Here is the solution I ended up with. Any suggestions for improvements are welcome!
I created a helper-function:
import logging
import uuid
from typing import Dict
logging.basicConfig()
LOGGER = logging.getLogger(__name__)
from pyspark.sql import SparkSession
def create_liquid_clustered_delta_table(location: str, clustercols: Dict[str, str]):
"""Uses spark SQL to create a new liquid clustered delta table at location.
There seems to be no way to create a delta table with liquid clustering using the normal
pyspark write api, so we have to create it as an external table in sql, which we immediately drop.
This leaves the delta table at location, with the schema given by "clustercols", which needs to be
a dict from colum n names to their types.
Hint: Clustercols does not need to contain the full schema if you use schema evolution later when
writing to the delta table.
"""
spark = SparkSession.builder.getOrCreate()
temp_tbl_name = "tmp" + str(uuid.uuid1()).replace("-", "")
type_spec = ", ".join([k + " " + v for k, v in clustercols.items()])

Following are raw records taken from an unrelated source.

// jsCase is one listing and the points at which Node evaluates it.
type jsCase struct {
	Listing json.RawMessage `json:"listing"`
	Out     int             `json:"out"`
	Scale   float64         `json:"scale"`
	Where   []string        `json:"where"`
	Points  [][]float64     `json:"points"`

	name string
	pr   *sens.Problem
	full [][]float64 // each point as all of the problem's inputs
}

type jsResult struct {
	Value string `json:"value"`
	Error string `json:"error"`
}

// runNode evaluates the cases with the panel's script under Node.
func runNode(t *testing.T, cases []*jsCase) [][]jsResult {
	t.Helper()
	node, err := exec.LookPath("node")
	if err != nil {
		t.Skip("node is not on PATH: the what-if panel's JavaScript evaluator is not checked (install Node.js, Debian package nodejs)")
	}
	dir := t.TempDir()
	script := filepath.Join(dir, "explore.js")
	driver := filepath.Join(dir, "driver.js")
	data := filepath.Join(dir, "cases.json")
	b, err := json.Marshal(cases)
	if err != nil {
		t.Fatal(err)
	}
	for f, s := range map[string][]byte{script: []byte(render.ExploreScript), driver: []byte(exploreDriver), data: b} {
		if err := os.WriteFile(f, s, 0o644); err != nil {
			t.Fatal(err)
		}
	}
	var stdout, stderr bytes.Buffer
	cmd := exec.Command(node, driver, script, data)
	cmd.Stdout, cmd.Stderr = &stdout, &stderr
	if err := cmd.Run(); err != nil {
		t.Fatalf("node: %v\n%s", err, stderr.String())
	}
	var res [][]jsResult
	if err := json.Unmarshal(stdout.Bytes(), &res); err != nil {
		t.Fatalf("node's output: %v", err)
	}
	if len(res) != len(cases) {
		t.Fatalf("node answered %d cases of %d", len(res), len(cases))
	}
	return res
}

// listingCase makes the case of the problem's listing with the inputs free
// moving (the others at base), at points drawn by draw.
func listingCase(t *testing.T, name string, pr *sens.Problem, base []float64, free []int, points [][]float64) *jsCase {
	t.Helper()
	L, err := pr.Listing(base, free, 0)
	if err != nil {
		t.Fatalf("%s: %v", name, err)
	}
	c := &jsCase{Listing: L.AppendJSON(nil), Out: L.Out, Scale: L.Scale, Where: L.Where, name: name, pr: pr}
	for _, p := range points {
		x := append([]float64(nil), base...)
		var fx []float64
		for _, j := range free {
			x[j] = p[j]
			fx = append(fx, p[j])
		}
		c.Points = append(c.Points, fx)
		c.full = append(c.full, x)
	}
	return c
}

// checkCases compares Node's answers with the Go engine's (Problem.F.Eval,
// the tape's scalar pass): both undefined, or equal within a relative 1e-12.
// It returns the number of points compared, of those undefined, and the
// largest relative difference seen.
func checkCases(t *testing.T, cases []*jsCase) (points, undefined int, worst float64) {
	t.Helper()
	res := runNode(t, cases)
	for i, c := range cases {
		for k, x := range c.full {
			want, err := c.pr.F.Eval(x)
			got := res[i][k]
			points++
			switch {
			case err != nil && got.Error == "":
				t.Errorf("%s at %v: Go: %v; the script: %s", c.name, x, err, got.Value)
			case err == nil && got.Error != "":
				t.Errorf("%s at %v: Go: %v; the script: %s", c.name, x, want, got.Error)
			case err != nil:
				undefined++
			default:
				var v float64
				if _, err := fmt.Sscan(got.Value, &v); err != nil {
					t.Fatalf("%s: %q: %v", c.name, got.Value, err)
				}
				if d := math.Abs(v - want); d > 0 {
					worst = math.Max(worst, d/math.Max(math.Abs(want), math.Abs(v)))
				}
				if !(math.Abs(v-want) <= 1e-12*math.Max(math.Abs(want), math.Abs(v))) {
					t.Errorf("%s at %v: Go %v, the script %v (relative %.3g)", c.name, x, want, v, math.Abs(v-want)/math.Abs(want))
				}
			}
		}
	}
	return points, undefined, worst
}

// scalarCase is a formula of inputs a, b and c and where each is drawn.
type scalarCase struct {
	expr  string
	lo    [3]float64
	hi    [3]float64
	fixed [][3]float64 // points checked besides the random ones
}
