// HeatMap is a 2-D sweep: the output over a grid of two inputs, drawn as a
// colour map with a colour bar, the baseline point marked, and a contour
// where the output equals an optional target.
type HeatMap struct {
	Title        string
	Output, Unit string
	// XName and XUnit name the first input (across), YName and YUnit the
	// second (up).
	XName, XUnit string
	YName, YUnit string
	// X and Y are the grid's coordinates, each strictly increasing.
	X, Y []float64
	// Z[j][i] is the output at (X[i], Y[j]): one row per Y value.
	Z [][]float64
	// BaselineX and BaselineY are the inputs' baseline values, marked when
	// inside the grid.
	BaselineX, BaselineY float64
	// Target, when not nil, is an output level drawn as a contour.
	Target *float64
	// KnownContour, when true, says that Contour holds the contour at
	// Target as the analysis placed it (its points on grid edges refined and
	// verified on the model): it is drawn as given instead of a contour
	// interpolated from the grid, so the chart shows what the text and the
	// JSON list. Each line is a list of (x, y) points. Jumps are points of
	// it where the output jumps past the target (a step or a pole) rather
	// than equalling it: each is marked with a cross.
	KnownContour bool
	Contour      [][][2]float64
	Jumps        [][2]float64
}

var _ Chart = (*HeatMap)(nil)

func (h *HeatMap) heading() string {
	if h == nil {
		return "Heat map"
	}
	if t := clean(h.Title); t != "" {
		return t
	}
	o := clean(h.Output)
	x, y := clean(h.XName), clean(h.YName)
	switch {
	case o != "" && x != "" && y != "":
		return "Sweep: " + o + " over " + x + " and " + y
	case o != "":
		return "Sweep: " + o
	}
	return "Heat map"
}
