// loopReverseError returns the error of an element of the map node at k
// whose local derivative turns a finite, nonzero adjoint into a
// non-finite amount, or nil.
func (t *Tape) loopReverseError(k int, vals, adj []float64, stride, off, sample int) error {
	p := t.p
	l := &p.loops[p.a[k]]
	if l.kind != loopMap {
		return nil
	}
	for j := int(l.n) - 1; j >= 0; j-- {
		gk := adj[(k+j)*stride+off]
		if gk == 0 || !finite(gk) {
			continue
		}
		_, _, op, args := p.loopElement(k+j, vals, stride, off)
		var a [3]float64
		copy(a[:], args)
		da, db, dc := adjoint(op, gk, a[0], a[1], a[2], vals[(k+j)*stride+off])
		if !finite(da) || !finite(db) || !finite(dc) {
			return &DomainError{Pos: p.pos[k], Op: op, Args: args, Msg: derivMsg(op, args), Sample: sample, Reverse: true, Element: j + 1}
		}
	}
	return nil
}
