// readRegular reads the regular file path of at most max bytes.
func readRegular(path string, max int64) ([]byte, error) {
	fh, err := os.Open(path)
	if err != nil {
		return nil, err
	}
	defer fh.Close()
	st, err := fh.Stat()
	if err != nil {
		return nil, err
	}
	switch {
	case st.IsDir():
		return nil, &tableFileError{"it is a directory, not a file"}
	case !st.Mode().IsRegular():
		return nil, &tableFileError{"it is not a regular file (a device or a pipe)"}
	case st.Size() > max:
		return nil, &tableFileError{fmt.Sprintf("the file is %s bytes, more than the %s a table reads", unit.Format(float64(st.Size()), ""), unit.Format(float64(max), ""))}
	}
	data, err := io.ReadAll(io.LimitReader(fh, max+1))
	if err == nil && int64(len(data)) > max {
		return nil, &tableFileError{fmt.Sprintf("the file grew past the %s bytes a table reads", unit.Format(float64(max), ""))}
	}
	return data, err
}

// TableResult is the result of loading a table: its size and its columns.
type TableResult struct {
	Kind     string        `json:"kind"` // "table"
	Name     string        `json:"name"`
	Path     string        `json:"path"`
	Rows     int           `json:"rows"`
	Key      string        `json:"key"`
	Columns  []TableColumn `json:"columns"`
	Replaced bool          `json:"replaced"`
	// SHA256 is the hex SHA-256 of the file's bytes as read, so a report
	// can say which data its numbers came from.
	SHA256 string `json:"sha256"`
}

// maxDistinct is how many distinct values of a text column a table's
// description counts; one more means "more than that".
const maxDistinct = 1000

// TableColumn describes a column: numbers (with their unit, least and
// greatest value) or text (with the number of distinct values, up to
// maxDistinct + 1 meaning more than maxDistinct).
type TableColumn struct {
	Name     string  `json:"name"`
	Type     string  `json:"type"` // "number" or "text"
	Unit     string  `json:"unit,omitempty"`
	Min      float64 `json:"min,omitempty"`
	Max      float64 `json:"max,omitempty"`
	Distinct int     `json:"distinct,omitempty"`
}

// DefineTable reads the file of the table statement s from file f, the
// path relative to dir (the model file's or the notebook's directory; ""
// for the working directory), and declares the table, replacing a
// declaration of its name. A table that cannot be read changes nothing.
func (m *Model) DefineTable(f *syntax.File, s *syntax.TableStmt, dir string) (*TableResult, error) {
	data, err := readTableFile(f, s, dir)
	if err != nil {
		return nil, err
	}
	return m.DefineTableData(f, s, data)
}

// DefineTableData declares the table of statement s from data, the bytes
// of its CSV file.
func (m *Model) DefineTableData(f *syntax.File, s *syntax.TableStmt, data []byte) (*TableResult, error) {
	key := ""
	if s.Key != nil {
		key = s.Key.Name
	}
	t, err := ReadTable(s.Name.Name, s.Path.Value, data, key)
	var ek *errKey
	var ef *errFile
	var errs syntax.ErrorList
	switch {
	case errors.As(err, &ek):
		errs.Add(f, s.Key.Pos(), fmt.Sprintf("%s has no column %s for the key%s", s.Path.Value, ek.key, ek.hint))
		return nil, errs
	case errors.As(err, &ef):
		errs.Add(f, s.Path.Pos(), ef.Error())
		return nil, errs
	}
	if err != nil {
		return nil, err
	}
	sum := sha256.Sum256(data)
	res := &TableResult{Kind: "table", Name: t.Name, Path: t.Path, Rows: len(t.Keys), Key: t.Key, SHA256: hex.EncodeToString(sum[:])}
	for _, c := range t.Columns {
		tc := TableColumn{Name: c.Name, Unit: c.Unit, Type: "number"}
		if c.IsText() {
			tc.Type = "text"
			seen := map[string]bool{}
			for _, v := range c.Text {
				if seen[v] = true; len(seen) > maxDistinct {
					break
				}
			}
			tc.Distinct = len(seen)
		} else {
			tc.Min, tc.Max = c.Num[0], c.Num[0]
			for _, v := range c.Num {
				tc.Min, tc.Max = min(tc.Min, v), max(tc.Max, v)
			}
		}
		res.Columns = append(res.Columns, tc)
	}
	res.Replaced = m.define(&Decl{Name: t.Name, File: f, Table: t, TableStmt: s})
	return res, nil
}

columnames = ", ".join(clustercols.keys())
create_str = f"CREATE EXTERNAL TABLE {temp_tbl_name}({type_spec}) CLUSTER BY ({columnames}) LOCATION '{location}'"
LOGGER.debug(
"Creating table with tmp name %s located at %s by executing '%s'",
temp_tbl_name,
location,
create_str,
)
spark.sql(create_str)
spark.sql(f"ALTER TABLE {temp_tbl_name} CLUSTER BY ({columnames})")
drop_str = f"drop table {temp_tbl_name}"
spark.sql(drop_str)
LOGGER.debug(
"Dropped tmp table %s, leaving delta table at external location %s",
temp_tbl_name,
location,
)
return create_str
And then in my pyspark streams I handle it like this:
if DeltaTable.isDeltaTable(spark, gold_path):
write_stream.start(gold_path)
else:
create_liquid_clustered_delta_table(
gold_path, {"Id": "string", "SourceTimestamp": "timestamp"}
)
write_stream.option("mergeSchema", "true").start(gold_path)
The "mergeSchema" is important for that first run, since the liquid clustered delta table wont have the full schema, only the columns given in the function call.